Denise did not tell her aunt that Monsieur Dalville did not so much as thank her for her present, for that would have made Mere Fourcy angry, and the girl still hoped that the young man would come to see them; he was so pleasant when he came to the village that she would soon forget his coolness in the city.
"And what about that money?" asked Mere Fourcy; "what did he say about that, my child?"
"Nothing, aunt--that is to say, we are to do what we please with it."
"Then we must have the house rebuilt and the garden sowed; that will be Coco's own property."
"Yes, aunt."
Denise allowed her aunt to have her way; she no longer had any heart for anything, her melancholy seemed to increase every day, and the child's endearments were powerless to divert her. She sought relief from her sorrows in toil; but in the midst of her rustic duties, which were formerly her delight, Denise would pause, heave a sigh, and stand sometimes for many minutes, lost in thought.
When Mere Fourcy surprised her in one of these fits of melancholy, she would run to her and ask:
"What on earth is the matter with you, girl?"
"Nothing, aunt," Denise would reply, trying hard to smile.
"But you was standing there without moving, and you didn't say a word."
"Because I was thinking, aunt."
"What about, my child?"
"I don't remember."
"You're sick, that's what's the matter with you!"
"I'm sure I don't know, aunt."
"Pardi! I can see it plain enough. You're growing thin, and you're pale as a ghost, and you don't eat anything. You must get married, my dear."
"Oh, no!
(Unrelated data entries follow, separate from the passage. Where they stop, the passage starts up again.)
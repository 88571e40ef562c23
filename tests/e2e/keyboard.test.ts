/**
 * Browser, keyboard only: the release flow of release.test.ts walked with Tab, Shift+Tab, Enter,
 * Space and typing — sign in, open the lot from the navigation, submit it for review (test
 * engineer), choose the spec, open the release confirmation, write the comment and confirm (QA
 * lead). Every element reached shows a focus ring (an outline of at least 2 px), and the first
 * stops on a signed-in page are the navigation, before the screen's content.
 * Only the spec the lot is judged against is written with the mouse, as set-up.
 */
import type { Page } from 'playwright-core';
import { openBrowser, screenshot, signInThroughForm, VIEWPORTS } from '@/tests/support/browser';
import { startServerProcess } from '@/tests/support/server-process';
import type { ServerProcess } from '@/tests/support/server-process';

const QA = { email: 'quinn.mbeki@kestrel-pv.example', password: 'kestrel-qa-demo' };
const TE = { email: 'tomas.reyes@kestrel-pv.example', password: 'kestrel-test-demo' };
const LOT = 'KF-M60 line 2, lot 2611';

let srv: ServerProcess;
beforeAll(async () => {
  srv = await startServerProcess();
  const b = await openBrowser(VIEWPORTS.wide);
  try {
    await signInThroughForm(b.page, srv.url, QA.email, QA.password);
    await b.page.goto(`${srv.url}/specs`, { waitUntil: 'load' });
    await b.page.getByTestId('new-spec').click();
    await b.page.getByTestId('spec-name').fill('Line release');
    await b.page.getByTestId('limit-pmp_w-min').fill('300');
    await b.page.getByTestId('spec-save').click();
    await b.page.getByTestId('spec-screen').waitFor();
  } finally {
    await b.close();
  }
});
afterAll(async () => {
  await srv?.stop();
});

/** The focused element's test id (its own or its nearest ancestor's), and its outline width in px. */
async function focused(page: Page): Promise<{ id: string | null; outline: number; tag: string }> {
  return page.evaluate(() => {
    const el = document.activeElement as HTMLElement | null;
    if (!el || el === document.body) return { id: null, outline: 0, tag: 'body' };
    const st = getComputedStyle(el);
    const outline = st.outlineStyle === 'none' ? 0 : parseFloat(st.outlineWidth) || 0;
    return { id: el.closest('[data-testid]')?.getAttribute('data-testid') ?? null, outline, tag: el.tagName.toLowerCase() };
  });
}

/** Presses Tab until the element with `testId` has the focus (at most `max` presses); checks its focus ring. */
async function tabTo(page: Page, testId: string, max = 250): Promise<number> {
  for (let n = 1; n <= max; n++) {
    await page.keyboard.press('Tab');
    const f = await focused(page);
    if (f.id === testId) {
      expect({ testId, outline: f.outline >= 2 }).toEqual({ testId, outline: true });
      return n;
    }
  }
  throw new Error(`${testId} not reached with ${max} Tab presses`);
}

/** Signs in with the keyboard alone: Tab to each field, type, Enter in the password field. */
async function signInWithKeyboard(page: Page, who: { email: string; password: string }) {
  await page.goto(`${srv.url}/sign-in`, { waitUntil: 'load' });
  await page.getByTestId('email').waitFor();
  await tabTo(page, 'email');
  await page.keyboard.type(who.email);
  await tabTo(page, 'password');
  await page.keyboard.type(who.password);
  await page.keyboard.press('Enter');
  await page.getByTestId('overview-screen').waitFor({ timeout: 20_000 });
}

/** From the overview, Batches in the navigation, then the lot in the list. */
async function openLotWithKeyboard(page: Page) {
  // The navigation comes first: Overview is among the first stops, the screen's content after it.
  expect(await tabTo(page, 'nav-home', 5)).toBeLessThanOrEqual(5);
  await tabTo(page, 'nav-batches', 3);
  await page.keyboard.press('Enter');
  await page.getByTestId(`batch-${LOT}`).waitFor();
  await tabTo(page, `batch-${LOT}`);
  await page.keyboard.press('Enter');
  await page.getByTestId('review-panel').waitFor();
}

it('submit, release confirmation and confirm with the keyboard alone', async () => {
  const te = await openBrowser(VIEWPORTS.wide);
  try {
    await signInWithKeyboard(te.page, TE);
    await openLotWithKeyboard(te.page);
    await tabTo(te.page, 'review-comment');
    await te.page.keyboard.type('Lot complete, two known defects.');
    await tabTo(te.page, 'submit-review', 5);
    await screenshot(te.page, 'keyboard-submit-focus-wide');
    await te.page.keyboard.press('Enter');
    await te.page.locator('[data-testid="state-in_review"]:visible').first().waitFor();
  } finally {
    await te.close();
  }

  const qa = await openBrowser(VIEWPORTS.wide);
  try {
    const page = qa.page;
    await signInWithKeyboard(page, QA);
    await openLotWithKeyboard(page);
    await tabTo(page, 'spec-choice-Line release');
    await page.keyboard.press('Space');
    await page.getByTestId('evaluation').waitFor();
    await tabTo(page, 'release');
    await page.keyboard.press('Enter');
    const dialog = page.getByTestId('release-dialog');
    await dialog.waitFor();
    // The dialog holds the focus: Tab goes round its own controls.
    await tabTo(page, 'release-comment', 20);
    await page.keyboard.type('Two modules to rework; the lot ships without them.');
    await tabTo(page, 'release-confirm', 20);
    await screenshot(page, 'keyboard-release-confirm-focus-wide');
    await page.keyboard.press('Enter');
    await page.locator('[data-testid="state-released"]:visible').first().waitFor();
    await dialog.waitFor({ state: 'detached' });
    // The record is fetched again after the release; its answer may come a moment after the state's.
    await page.getByTestId('review-record').getByText(/released/).first().waitFor();
    expect(await page.getByTestId('review-record').innerText()).toMatch(/Quinn Mbeki released[\s\S]*22 pass, 2 fail[\s\S]*Two modules to rework/);
  } finally {
    await qa.close();
  }
});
I don't want to, aunt!"
"Then you must take medicine, for, I tell you, you need to take something."
Mere Fourcy could think of nothing save a husband or medicine capable of restoring Denise's bloom; but the girl declared that it would return with the warm weather, because she hoped that the return of the spring would bring Auguste back to the village.
The winter days were very long, especially to the village girl, who no longer took any pleasure in the evening reunions, who listened without interest to the jokes of the young men, and who had no one for whom she cared to beautify herself. Although one may find enjoyment in musing beneath an oak tree's shade, although the sight of green gra.s.s and verdant shrubbery may allay the pangs of love, the interior of a farm-house, and the quacking of geese and ducks must be intolerable to a heart that craves silence and solitude. Denise, obliged to conceal her unhappiness from her aunt, remained in her room and watched the Paris road.
One day when a sharp frost had hardened the ground, although the sun still made the gnarled and leafless trees attractive to the eye, Denise, who was at her chamber window, heard talking and laughing on the path leading to their house. The voices were evidently not those of villagers, and, in fact, two ladies dressed like Parisians appeared on the tree-lined path, looking about them, evidently with no very clear idea where they were going, and stopping every minute to laugh, and to rest by the hedge.